Your objective>
When a line below contains the word "passes", it counts toward the total; give that total and nothing besides.

*** Opening of Material to process ***

/* SPDX-License-Identifier: MIT
 *
 * Conjugate gradients over the subspace of the shorter side, the longer side in closed form (projection.c: f(U), R, W,
 * g). Conjugate gradients on the Grassmann manifold: Edelman, Arias, Smith 1998; with a preconditioner: Boumal, Absil
 * 2015, section 4.
 *
 *     symbol   name         shape
 *     U        basis        short x r
 *     D        direction    tangent at U, short x r, U'D = 0
 *     z        descent      g (W'W)^-1, the gradient in the metric <A, B> = tr(A W'W B')
 *
 * One iteration:
 *     1. D = -z + beta T(D_old), T the transport by projection, beta by Hestenes and Stiefel in that metric,
 *            beta = <z, g - g_old> / <T(D_old), g - g_old>,
 *        never negative; with plain inner products of U-space (z carries the metric). D = -z when D is no clear
 * descent.
 *     2. Step. With W held, f along U + tD is a parabola with slope <g, D> and curvature |P(D W')|^2. Letting W follow
 *        lowers the curvature by a factor that changes slowly from one iteration to the next; it is measured on the
 *        step taken before (the parabola through f(0), f'(0), f(t)) and used for the next, which saves the pass and the
 *        small solves that the exact Gauss-Newton curvature would take. A step that turns out to be off the parabola's
 *        minimum by more than a factor of two is taken again, at the minimum.
 *     3. Retraction by QR with positive diagonal; Armijo with backtracking (line.c).
 *
 * Departures: the remembered factor is ours. With lambda > 0 nothing changes: the ridge is on W alone.
 *
 * Cost an iteration: three passes (solve, residual with R W, tangent), and O(short r^2 + long r^2). Workspace: six
 * matrices of the shorter side, two of the longer. Parallel in the passes and in all that goes over the lines.
 */
#include "solve/solve_internal.h"

#include <math.h>

/* As in fixed_rank_cg.c. */
static const double least_cosine = 1e-3;
/* The remembered factor is held within these: letting W follow cannot raise the curvature by much, and a factor near 0
   comes from a step that was too long for a parabola. */
static const double least_factor = 0.05, most_factor = 2;

/* A first step that is off the parabola's minimum by more than this factor is taken again. */
static const double off_step = 2;

struct grassmann_cg {
    struct projection projection;
    struct arena arena;
    struct grassmann_work work;
    struct matrix basis, gradient;    /* where the line started: copies of the projection's */
    struct matrix descent, direction; /* z, D */
    struct matrix still;              /* long x rank, zero: W held */
    double *metric;                   /* packed factor of W'W */
    double factor;                    /* curvature of f over curvature with W held */
    double steepness;                 /* <z, g> */
    struct solve_measure measure;
    bool fresh; /* the direction is the negative of z */
};

static void direction_restart(struct grassmann_cg *cg)
{
    tall_add(cg->work.context, -1, cg->descent, 0, cg->direction);
    cg->fresh = true;
}

/* z, and the measure of where the projection stands. */
static void point_measure(struct grassmann_cg *cg, double step)
{
    struct projection *p = &cg->projection;
    if (projection_metric(p, cg->metric))
        tall_solve(cg->work.context, cg->metric, p->gradient, cg->descent);
    else
        matrix_zero(cg->descent);
    cg->steepness = tall_dot(cg->work.context, cg->descent, p->gradient);
    cg->measure = (struct solve_measure){
        .objective = p->objective, .square = p->square, .gradient = sqrt(fmax(cg->steepness, 0)), .step = step};
}

static void cg_destroy(fescue_context *context, void **state)
{
    struct grassmann_cg *cg = *state;
    arena_close(context, &cg->arena);
    memory_give(context, state);
}

static void cg_reserve(struct arena *arena, const struct field *field, size_t shorter, size_t longer, size_t rank)
{
    projection_reserve(arena, field, rank);
    grassmann_reserve(arena, shorter, rank);
    for (int k = 0; k < 4; k++)
        matrix_reserve(arena, shorter, rank);
    matrix_reserve(arena, longer, rank);
    arena_reserve(arena, packed_size(rank), sizeof(double));
}

static void cg_carve(struct grassmann_cg *cg, struct field *field, const struct low_rank *point)
{
    struct matrix *const of_short[] = {&cg->basis, &cg->gradient, &cg->descent, &cg->direction};
    projection_carve(&cg->arena, field, point, &cg->projection);
    const struct half *half = cg->projection.by_short;
    cg->work = grassmann_carve(field->problem->context, &cg->arena, half->lines, point->rank);
    for (int k = 0; k < 4; k++)
        *of_short[k] = matrix_carve(&cg->arena, half->lines, point->rank);
    cg->still = matrix_carve(&cg->arena, half->length, point->rank);
    cg->metric = arena_carve(&cg->arena, packed_size(point->rank), sizeof(double));
}

static fescue_status cg_create(struct field *field, const struct low_rank *point, void **state)
{
    fescue_context *context = field->problem->context;
    struct grassmann_cg *cg;
    size_t rows = point->rows, columns = point->columns;
    fescue_status status = TAKE(context, 1, &cg);
    if (status != FESCUE_OK)
        return status;
    *state = cg;
    cg_reserve(&cg->arena, field, rows <= columns ? rows : columns, rows <= columns ? columns : rows, point->rank);
    TRY(arena_open(context, &cg->arena));
    cg_carve(cg, field, point);
    TRY(sweep_arrange(&field->sweep, cg->projection.by_short));
    projection_evaluate(&cg->projection);
    point_measure(cg, 0);
    cg->factor = 1;
    direction_restart(cg);
done:
    if (status != FESCUE_OK)
        cg_destroy(context, state);
    return status;
}

/* The curvature that f showed over a step, unless rounding hides it. */
static void factor_learn(struct grassmann_cg *cg, const struct line *line, double t, double held)
{
    double bend = cg->projection.objective - line->objective - t * line->slope;
    double factor = 2 * bend / (t * t * held);
    if (fabs(t * line->slope) < 1e3 * line->slack || !(factor > 0))
        return;
    cg->factor = fmin(fmax(factor, least_factor), most_factor);
}

static fescue_status trial_evaluate(struct grassmann_cg *cg, const struct line *line, double t, double held)
{
    struct projection *p = &cg->projection;
    fescue_status status = grassmann_retract_qr(&cg->work, cg->basis, cg->direction, t, p->basis);
    if (status != FESCUE_OK)
        return status;
    projection_evaluate(p);
    factor_learn(cg, line, t, held);
    return FESCUE_OK;
}

/* Goes along the direction; *moved = false when nothing better was found, and the point is as before. */
static fescue_status line_follow(struct grassmann_cg *cg, bool *moved)
{
    struct projection *p = &cg->projection;
    double slope = tall_dot(cg->work.context, p->gradient, cg->direction), held;
    fescue_status status = FESCUE_OK;
    *moved = false;
    sweep_tangent(&p->field->sweep, p->by_short, cg->direction, p->weights, p->basis, cg->still, NULL, NULL, &held);
    if (!(slope < 0) || !(held > 0))
        return status;
    struct line line = line_start(p->field->problem, &cg->measure, slope);
    double t = -slope / (cg->factor * held);
    tall_copy(cg->work.context, p->basis, NULL, cg->basis);
    tall_copy(cg->work.context, p->gradient, NULL, cg->gradient);
    for (int trial = 0; trial < LINE_MOST_TRIALS && !*moved; trial++) {
        TRY(trial_evaluate(cg, &line, t, held));
        double better = -slope / (cg->factor * held);
        if (trial == 0 && !(better > t / off_step && better < t * off_step)) {
            t = better;
            TRY(trial_evaluate(cg, &line, t, held));
        }
        *moved = line_accepts(&line, t, p->objective);
        if (!*moved)
            t = line_shorten(&line, t, p->objective);
    }
    if (*moved)
        point_measure(cg, t);
done:
    if (!*moved) {
        tall_copy(cg->work.context, cg->basis, NULL, p->basis);
        projection_evaluate(p);
    }
    return status;
}

/* The next direction, from the one that was followed. */
static void direction_choose(struct grassmann_cg *cg)
{
    struct projection *p = &cg->projection;
    struct matrix d = cg->direction;
    double old, turned, turned_old, descent, square;
    grassmann_project(&cg->work, p->basis, d);
    const struct tall_step before = {.sums = 3,
                                     .sum = {{.a = cg->descent, .b = cg->gradient, .dot = &old},
                                             {.a = d, .b = p->gradient, .dot = &turned},
                                             {.a = d, .b = cg->gradient, .dot = &turned_old}}};
    tall_run(cg->work.context, &before, 1, cg->work.sums);
    double beta = (cg->steepness - old) / (turned - turned_old);
    if (!(beta > 0) || !isfinite(beta)) {
        direction_restart(cg);
        return;
    }
    cg->fresh = false;
    /* Lengths in the metric: |D| is that of D W', |z| is the square root of the steepness. */
    const struct tall_step next[] = {
        {.to = d,
         .beta = beta,
         .terms = 1,
         .term = {{.alpha = -1, .a = cg->descent}},
         .sums = 1,
         .sum = {{.a = d, .b = p->gradient, .dot = &descent}}},
        {.sums = 1, .sum = {{.a = p->weights, .b = p->weights, .cross = p->core}}},
    };
    tall_run(cg->work.context, next, 2, p->dense);
    const struct tall_step length = {.to = cg->gradient,
                                     .terms = 1,
                                     .term = {{1, d, p->core, false}},
                                     .sums = 1,
                                     .sum = {{.a = d, .b = cg->gradient, .dot = &square}}};
    tall_run(cg->work.context, &length, 1, cg->work.sums);
    if (!(-descent > least_cosine * cg->measure.gradient * sqrt(fmax(square, 0))))
        direction_restart(cg);
}

static fescue_status cg_step(void *state, bool *moved)
{
    struct grassmann_cg *cg = state;
    fescue_status status;
    TRY(line_follow(cg, moved));
    if (!*moved && !cg->fresh) {
        direction_restart(cg);
        TRY(line_follow(cg, moved));
    }
    if (*moved)
        direction_choose(cg);
done:
    return status;
}

static void cg_measure(const void *state, struct solve_measure *measure)
{
    *measure = ((const struct grassmann_cg *)state)->measure;
}

static size_t cg_keep(void *state, struct memo_part parts[SOLVER_PARTS])
{
    struct grassmann_cg *cg = state;
    parts[0] = matrix_part(cg->projection.basis);
    parts[1] = matrix_part(cg->direction);
    parts[2] = (struct memo_part){&cg->factor, sizeof cg->factor};
    parts[3] = (struct memo_part){&cg->measure.step, sizeof cg->measure.step};
    parts[4] = (struct memo_part){&cg->fresh, sizeof cg->fresh};
    return 5;
}

static void cg_resume(void *state)
{
    struct grassmann_cg *cg = state;
    projection_evaluate(&cg->projection);
    point_measure(cg, cg->measure.step);
}

static fescue_status cg_point_write(void *state, struct low_rank *point)
{
    return projection_write(&((struct grassmann_cg *)state)->projection, point);
}

const struct solver grassmann_cg_solver = {
    .name = "grassmann-cg",
    .summary = "conjugate gradients over the subspace of the shorter side, the longer side in closed form",
    .width = 1,
    .create = cg_create,
    .measure = cg_measure,
    .step = cg_step,
    .keep = cg_keep,
    .resume = cg_resume,
    .point_write = cg_point_write,
    .destroy = cg_destroy,
};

*** Close of Material to process ***

Reply>
2